TRIBUNNEWS.COM, JAKARTA - Presiden Joko Widodo (Jokowi) sudah menutup pintu tidak bakal menerbitkan peraturan pemerintah pengganti undang-undang (perppu) untuk membatalkan penerapan Undang-Undang Komisi Pemberantasan Korupsi (UU KPK).
Bahkan, dua kali penolakan itu terlontar.
KPK pun mencoba kembali mengetuk pintu hati Jokowi.
"Kami harap pemerintah jangan gegabah menyikapinya. Kalau bisa dibuka ruang dialog agar kami bisa jelaskan pasal mana yang berpotensi melemahkan," kata Wakil Ketua KPK Laode M Syarif kepada wartawan, Kamis (26/9/2019).
Syarif kembali menyinggung soal belum adanya berkas UU KPK baru itu di tangan KPK saat ini.
Namun, Syarif mengaku tahu sedikit isi dari UU KPK baru itu dari media.

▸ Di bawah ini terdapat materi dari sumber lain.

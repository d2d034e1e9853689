import { beforeEach, expect, test } from 'vitest';
import type TestAgent from 'supertest/lib/agent';
import { addTestPerson, openTestApp, testPassword, testPin } from '../../support/test-app';
import { eventsAbout } from './session-support';

const app = openTestApp();
const wrongPassword = 'lantern gravel thirty badgers';

beforeEach(async () => {
  await app.db('sign_in_attempts').delete();
});

function tryPassword(agent: TestAgent, staffNumber: string, password = wrongPassword) {
  return agent.post('/api/session').send({ staffNumber, password });
}

/** Failures as the server counts them, for tests that need many. */
async function layDownFailures(subjectOfStaffNumber: string, count: number): Promise<void> {
  await tryPassword(app.anyone(), subjectOfStaffNumber).expect(401);
  const row = await app
    .db('sign_in_attempts')
    .where({ is_success: false })
    .first<{ subject: string; source: string }>('subject', 'source');
  const long = new Date(app.clock.now().getTime() - 24 * 3_600_000);
  await app.db('sign_in_attempts').insert(
    Array.from({ length: count - 1 }, () => ({
      subject: row.subject,
      source: 'elsewhere',
      at: long,
      is_success: false,
    })),
  );
}

test('answers the sixth wrong try in a row with 429, a wait in words and in Retry-After, and lets in after it', async () => {
  const { staffNumber } = app.person('lead');
  const agent = app.anyone();
  for (let failure = 0; failure < 5; failure += 1) await tryPassword(agent, staffNumber).expect(401);
  const held = await tryPassword(agent, staffNumber, testPassword).expect(429);
  expect(held.type).toBe('application/problem+json');
  expect(held.headers['retry-after']).toBe('30');
  expect(held.body).toMatchObject({
    code: 'session.too-many-tries',
    detail: 'Too many tries. Wait 30 seconds, then try again.',
  });
  app.clock.advance({ seconds: 29 });
  await tryPassword(agent, staffNumber, testPassword).expect(429);
  app.clock.advance({ seconds: 1 });
  await tryPassword(agent, staffNumber, testPassword).expect(200);
});

test('makes the wait grow with each failure after it', async () => {
  const { staffNumber } = app.person('lead');
  const agent = app.anyone();
  for (let failure = 0; failure < 5; failure += 1) await tryPassword(agent, staffNumber).expect(401);
  for (const seconds of [30, 60, 120]) {
    const held = await tryPassword(agent, staffNumber).expect(429);
    expect(held.headers['retry-after']).toBe(String(seconds));
    app.clock.advance({ seconds });
    await tryPassword(agent, staffNumber).expect(401);
  }
});

test('throttles a number that does not exist in the same way', async () => {
  const agent = app.anyone();
  for (let failure = 0; failure < 5; failure += 1) await tryPassword(agent, 'Z9999').expect(401);
  await tryPassword(agent, 'z9999 ').expect(429);
});

test('counts for both server processes together', async () => {
  const { staffNumber } = app.person('lead');
  const here = app.anyone();
  const there = (await app.besides()).anyone();
  for (const agent of [here, there, here, there, here]) await tryPassword(agent, staffNumber).expect(401);
  await tryPassword(there, staffNumber, testPassword).expect(429);
  await tryPassword(here, staffNumber, testPassword).expect(429);
  app.clock.advance({ seconds: 30 });
  await tryPassword(there, staffNumber, testPassword).expect(200);
});

test('lets no more than five of twenty tries through that come at the same moment from everywhere', async () => {
  const { staffNumber } = app.person('lead');
  const agents = [app.anyone(), (await app.besides()).anyone()];
  const replies = await Promise.all(
    Array.from({ length: 20 }, async (_, index) => {
      const agent = agents[index % 2];
      if (!agent) throw new Error('there are two agents');
      const from = `203.0.113.${String(index)}`;
      return (await tryPassword(agent, staffNumber).set('X-Forwarded-For', from)).status;
    }),
  );
  expect(replies.filter((status) => status === 401)).toHaveLength(5);
  expect(replies.filter((status) => status === 429)).toHaveLength(15);
});

test('lets no more than the sixtieth try through when many come at the same moment from one address', async () => {
  await layDownFromOneAddress(55);
  const agents = [app.anyone(), (await app.besides()).anyone()];
  const replies = await Promise.all(
    Array.from({ length: 20 }, async (_, index) => {
      const agent = agents[index % 2];
      if (!agent) throw new Error('there are two agents');
      return (await tryPassword(agent, `Y${String(index)}`)).status;
    }),
  );
  expect(replies.filter((status) => status === 401)).toHaveLength(5);
  expect(replies.filter((status) => status === 429)).toHaveLength(15);
});

test('a right password ends the count of its own number and of no other', async () => {
  const [own, other] = [app.person('lead'), app.person('technician')];
  const agent = app.anyone();
  for (let failure = 0; failure < 4; failure += 1) await tryPassword(agent, own.staffNumber).expect(401);
  for (let failure = 0; failure < 5; failure += 1) await tryPassword(agent, other.staffNumber).expect(401);
  await tryPassword(agent, own.staffNumber, testPassword).expect(200);
  await tryPassword(agent, other.staffNumber, testPassword).expect(429);
  for (let failure = 0; failure < 5; failure += 1) await tryPassword(agent, own.staffNumber).expect(401);
});

test('a right password by somebody at the same address does not wipe out that address’s failures', async () => {
  const { staffNumber } = app.person('lead');
  await layDownFromOneAddress(59);
  await tryPassword(app.anyone(), staffNumber, testPassword).expect(200);
  await tryPassword(app.anyone(), 'Z0001').expect(401);
  const held = await tryPassword(app.anyone(), 'Z0002').expect(429);
  expect(held.headers['retry-after']).toBe('900');
  app.clock.advance({ minutes: 15 });
  await tryPassword(app.anyone(), 'Z0002').expect(401);
});

async function layDownFromOneAddress(count: number): Promise<void> {
  await tryPassword(app.anyone(), 'Z0000').expect(401);
  const row = await app.db('sign_in_attempts').first<{ source: string }>('source');
  await app.db('sign_in_attempts').insert(
    Array.from({ length: count - 1 }, (_, index) => ({
      subject: `subject ${String(index)}`,
      source: row.source,
      at: app.clock.now(),
      is_success: false,
    })),
  );
}

test('counts addresses apart, as the proxy in front names them, and a whole IPv6 network as one', async () => {
  const from = (address: string) => tryPassword(app.anyone().set('X-Forwarded-For', address), 'Z0001');
  await from('203.0.113.7').expect(401);
  await from('2001:db8:1:2:aaaa::1').expect(401);
  await from('2001:db8:1:2:bbbb:0:0:2').expect(401);
  const rows = await app.db('sign_in_attempts').orderBy('id').pluck<string[]>('source');
  expect(rows).toEqual(['203.0.113.7', '2001:db8:1:2', '2001:db8:1:2']);
});

test('throttles PINs by badge, apart from the password of the same person', async () => {
  const { badge, staffNumber } = app.person('lead');
  const agent = app.anyone();
  for (let failure = 0; failure < 5; failure += 1) {
    await agent.post('/api/session/badge').send({ badge, pin: '111111' }).expect(401);
  }
  await agent
    .post('/api/session/badge')
    .send({ badge: badge.replaceAll('-', ''), pin: testPin })
    .expect(429);
  await tryPassword(agent, staffNumber, testPassword).expect(200);
});

test('throttles the present password asked for before a change, so that an open station is no way to guess it', async () => {
  const person = await addTestPerson(app, { role: 'technician', facilityId: app.facilities.A });
  const agent = app.anyone();
  await tryPassword(agent, person.staffNumber, testPassword).expect(200);
  const change = () =>
    agent.post('/api/session/password').send({ current: wrongPassword, next: 'another phrase of mine' });
  for (let failure = 0; failure < 5; failure += 1) await change().expect(400);
  await change().expect(429);
});

test('stops at a hundred failures in a row, until a new one-time password is given out', async () => {
  const person = await addTestPerson(app, { role: 'lead', facilityId: app.facilities.A });
  const administrator = await app.as('administrator');
  await layDownFailures(person.staffNumber, 99);
  app.clock.advance({ hours: 1 });
  await tryPassword(app.anyone(), person.staffNumber).expect(401);
  app.clock.advance({ hours: 48 });
  const held = await tryPassword(app.anyone(), person.staffNumber, testPassword).expect(429);
  expect(held.body).toMatchObject({ code: 'session.not-until-reset' });

  const again = await app.as('administrator');
  expect(again).not.toBe(administrator);
  const given = await again
    .post(`/api/people/${person.id}/one-time-password`)
    .send({ requestId: crypto.randomUUID() })
    .expect(200);
  const { oneTimePassword } = given.body as { oneTimePassword: string };
  await tryPassword(app.anyone(), person.staffNumber, oneTimePassword).expect(200);
});

test('tells in the history that tries had to wait, once a minute however many there are, and in the right name', async () => {
  const person = await addTestPerson(app, { role: 'lead', facilityId: app.facilities.A });
  const agent = app.anyone();
  const told = async () =>
    (await eventsAbout(app.db, person.id))
      .filter(({ kind }) => kind === 'person.sign-in-refused')
      .map(({ payload, facility_id }) => ({ ...(payload as { by: string; reason: string }), facility_id }));
  for (let failure = 0; failure < 5; failure += 1) await tryPassword(agent, person.staffNumber).expect(401);
  expect((await told()).map(({ reason }) => reason)).toEqual(Array(5).fill('wrong-secret'));

  for (let held = 0; held < 4; held += 1) await tryPassword(agent, person.staffNumber, testPassword).expect(429);
  expect((await told()).slice(5)).toEqual([
    { by: 'password', reason: 'too-many-tries', facility_id: app.facilities.A },
  ]);

  app.clock.advance({ seconds: 30 });
  await tryPassword(agent, person.staffNumber).expect(401);
  await tryPassword(agent, person.staffNumber).expect(429);
  expect((await told()).map(({ reason }) => reason).slice(5)).toEqual([
    'too-many-tries',
    'wrong-secret',
    'too-many-tries',
  ]);

  for (let failure = 0; failure < 5; failure += 1) {
    await agent.post('/api/session/badge').send({ badge: person.badge, pin: '111111' }).expect(401);
  }
  await agent.post('/api/session/badge').send({ badge: person.badge, pin: testPin }).expect(429);
  expect((await told()).at(-1)).toMatchObject({ by: 'badge', reason: 'too-many-tries' });
});

test('tells tries for nobody’s number that had to wait without that number', async () => {
  const agent = app.anyone();
  for (let failure = 0; failure < 5; failure += 1) await tryPassword(agent, 'Z8888').expect(401);
  await tryPassword(agent, 'Z8888').expect(429);
  const last = (await eventsAbout(app.db, 'unknown')).at(-1);
  expect(last).toMatchObject({ kind: 'person.sign-in-refused', facility_id: null, actor_id: null });
  expect(last?.payload).toEqual({ by: 'password', reason: 'too-many-tries' });
});

test('keeps what failed before a success only as long as the address it came from is counted', async () => {
  const { staffNumber } = app.person('lead');
  await tryPassword(app.anyone(), staffNumber).expect(401);
  await tryPassword(app.anyone(), 'Z0001').expect(401);
  await tryPassword(app.anyone(), staffNumber, testPassword).expect(200);
  expect(await app.db('sign_in_attempts').select()).toHaveLength(3);
  app.clock.advance({ minutes: 16 });
  await tryPassword(app.anyone(), staffNumber, testPassword).expect(200);
  const left = await app.db('sign_in_attempts').orderBy('id').pluck<boolean[]>('is_success');
  expect(left).toEqual([false, true]);
});

test('keeps no staff number and no password among the tries', async () => {
  await tryPassword(app.anyone(), 'my secret in the wrong field').expect(401);
  const rows = await app.db('sign_in_attempts').select();
  expect(JSON.stringify(rows)).not.toMatch(/secret|wrong field|badgers/i);
});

Dari apa yang dibacanya, Syarif melihat potensi pelemahan KPK dalam beberapa poin seperti yang sudah beredar.
"Contoh di UU baru pimpinan KPK bukan penyidik dan penuntut lagi. Jadi siapa yang akan arahkan penyidikan dan penuntutan di KPK?" kata Syarif.
Selain itu, menurutnya, persoalan tentang Dewan Pengawas (Dewas) KPK yang, tidak jelas juga statusnya sebagai penegak hukum.
Hal ini, disebut Syarif, akan membuat banyak kejanggalan bagi KPK dalam pelaksanaan tugas pemberantasan korupsi ke depan.
"Kami tak alergi, tapi model pengawasannya yang harus diatur. Sekarang ini Dewas seperti berkuasa penuh, lalu yang awasi Dewas siapa? Apalagi Dewas yang dipilih presiden," ujat Syarif.
Kembali ke penolakan Jokowi atas terbitnya perppu, penolakan pertama disampaikan Jokowi langsung di Istana Kepresidenan, Senin (23/9/2019).
Saat itu merupakan hari pertama aksi demonstrasi mahasiswa di beberapa titik di Indonesia, termasuk di depan Gedung DPR/MPR, Jakarta.
Salah satu yang mereka suarakan adalah penolakan pengesahan RUU KPK.